___ GIVEN DATA ___

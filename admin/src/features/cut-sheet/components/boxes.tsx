import { unitLabels } from '@ellwand/shared/units/format-length';
import type { ReactNode } from 'react';
import { type FieldPath, useFormContext, useWatch } from 'react-hook-form';
import { Field, type FieldProps, Select, TextField } from '../../../components/ui/field.js';
import { fieldId } from '../../../lib/form-mistakes.js';
import type { TypedSheet } from '../model/typed-sheet.js';

export type BoxName = FieldPath<TypedSheet>;

/** What is to be mended at a box, or at several that belong together. */
export function useMistake(name: BoxName): string | undefined {
  const { getFieldState, formState } = useFormContext<TypedSheet>();
  const message: unknown = getFieldState(name, formState).error?.message;
  return typeof message === 'string' && message !== '' ? message : undefined;
}

/** Id, registration and error of one box of the cut sheet. */
export function useBox(name: BoxName) {
  const { register } = useFormContext<TypedSheet>();
  return { id: fieldId(name), error: useMistake(name), ...register(name) };
}

interface NamedBox {
  readonly name: BoxName;
  readonly label: string;
  readonly hint?: ReactNode;
}

/** A length in the unit of the sheet; a unit that is typed out wins over it. */
export function LengthBox({ name, label, hint }: NamedBox) {
  const { control } = useFormContext<TypedSheet>();
  const unit = useWatch({ control, name: 'unit' });
  const { error, id, ...box } = useBox(name);
  const field: FieldProps = {
    id,
    label,
    hint,
    error,
    remark: <span className="sr-only"> in {unitLabels[unit]}</span>,
  };
  const described = [hint && `${id}-hint`, error && `${id}-error`].filter(Boolean).join(' ');
  return (
    <Field {...field}>
      <span className="flex items-center gap-1.5">
        <input
          type="text"
          inputMode="decimal"
          autoComplete="off"
          id={id}
          className="box figures min-w-0 text-right"
          aria-invalid={error ? true : undefined}
          aria-describedby={described || undefined}
          {...box}
        />
        <span aria-hidden="true" className="w-6 shrink-0 text-label text-ink-3">
          {unit}
        </span>
      </span>
    </Field>
  );
}

/** How many: a whole number. */
export function CountBox({ name, label, hint }: NamedBox) {
  return (
    <TextField
      label={label}
      hint={hint}
      inputMode="numeric"
      autoComplete="off"
      className="figures text-right"
      {...useBox(name)}
    />
  );
}

export function WordsBox({ name, label, hint, optional }: NamedBox & { readonly optional?: boolean }) {
  return <TextField label={label} hint={hint} optional={optional} autoComplete="off" {...useBox(name)} />;
}

/** A choice among words that are kept as ids. */
export function ChoiceBox({
  name,
  label,
  hint,
  choices,
}: NamedBox & { readonly choices: Readonly<Record<string, string>> }) {
  return (
    <Select label={label} hint={hint} {...useBox(name)}>
      {Object.entries(choices).map(([value, words]) => (
        <option key={value} value={value}>
          {words}
        </option>
      ))}
    </Select>
  );
}

/** A box to tick that stands in a row of boxes, its words above it as theirs are. */
export function TickBox({ name, label }: NamedBox) {
  const { register } = useFormContext<TypedSheet>();
  const id = fieldId(name);
  return (
    <div>
      <label htmlFor={id} className="text-table font-medium">
        {label}
      </label>
      <div className="mt-1 flex min-h-10 items-center">
        <input id={id} type="checkbox" className="size-6 accent-indigo" {...register(name)} />
      </div>
    </div>
  );
}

___

*HOW TO COMPLETE THIS TASK*: Repeat each entry above exactly as shown.

*RESPONSE*:
filename admin/src/features/cut-sheet/components/boxes.tsx
import { unitLabels } from '@ellwand/shared/units/format-length';
import type { ReactNode } from 'react';
import { type FieldPath, useFormContext, useWatch } from 'react-hook-form';
import { Field, type FieldProps, Select, TextField } from '../../../components/ui/field.js';
import { fieldId } from '../../../lib/form-mistakes.js';
import type { TypedSheet } from '../model/typed-sheet.js';

export type BoxName = FieldPath<TypedSheet>;

/** What is to be mended at a box, or at several that belong together. */
export function useMistake(name: BoxName): string | undefined {
  const { getFieldState, formState } = useFormContext<TypedSheet>();
  const message: unknown = getFieldState(name, formState).error?.message;
  return typeof message === 'string' && message !== '' ? message : undefined;
}

/** Id, registration and error of one box of the cut sheet. */
export function useBox(name: BoxName) {
  const { register } = useFormContext<TypedSheet>();
  return { id: fieldId(name), error: useMistake(name), ...register(name) };
}

interface NamedBox {
  readonly name: BoxName;
  readonly label: string;
  readonly hint?: ReactNode;
}

/** A length in the unit of the sheet; a unit that is typed out wins over it. */
export function LengthBox({ name, label, hint }: NamedBox) {
  const { control } = useFormContext<TypedSheet>();
  const unit = useWatch({ control, name: 'unit' });
  const { error, id, ...box } = useBox(name);
  const field: FieldProps = {
    id,
    label,
    hint,
    error,
    remark: <span className="sr-only"> in {unitLabels[unit]}</span>,
  };
  const described = [hint && `${id}-hint`, error && `${id}-error`].filter(Boolean).join(' ');
  return (
    <Field {...field}>
      <span className="flex items-center gap-1.5">
        <input
          type="text"
          inputMode="decimal"
          autoComplete="off"
          id={id}
          className="box figures min-w-0 text-right"
          aria-invalid={error ? true : undefined}
          aria-describedby={described || undefined}
          {...box}
        />
        <span aria-hidden="true" className="w-6 shrink-0 text-label text-ink-3">
          {unit}
        </span>
      </span>
    </Field>
  );
}

/** How many: a whole number. */
export function CountBox({ name, label, hint }: NamedBox) {
  return (
    <TextField
      label={label}
      hint={hint}
      inputMode="numeric"
      autoComplete="off"
      className="figures text-right"
      {...useBox(name)}
    />
  );
}

export function WordsBox({ name, label, hint, optional }: NamedBox & { readonly optional?: boolean }) {
  return <TextField label={label} hint={hint} optional={optional} autoComplete="off" {...useBox(name)} />;
}

/** A choice among words that are kept as ids. */
export function ChoiceBox({
  name,
  label,
  hint,
  choices,
}: NamedBox & { readonly choices: Readonly<Record<string, string>> }) {
  return (
    <Select label={label} hint={hint} {...useBox(name)}>
      {Object.entries(choices).map(([value, words]) => (
        <option key={value} value={value}>
          {words}
        </option>
      ))}
    </Select>
  );
}

/** A box to tick that stands in a row of boxes, its words above it as theirs are. */
export function TickBox({ name, label }: NamedBox) {
  const { register } = useFormContext<TypedSheet>();
  const id = fieldId(name);
  return (
    <div>
      <label htmlFor={id} className="text-table font-medium">
        {label}
      </label>
      <div className="mt-1 flex min-h-10 items-center">
        <input id={id} type="checkbox" className="size-6 accent-indigo" {...register(name)} />
      </div>
    </div>
  );
}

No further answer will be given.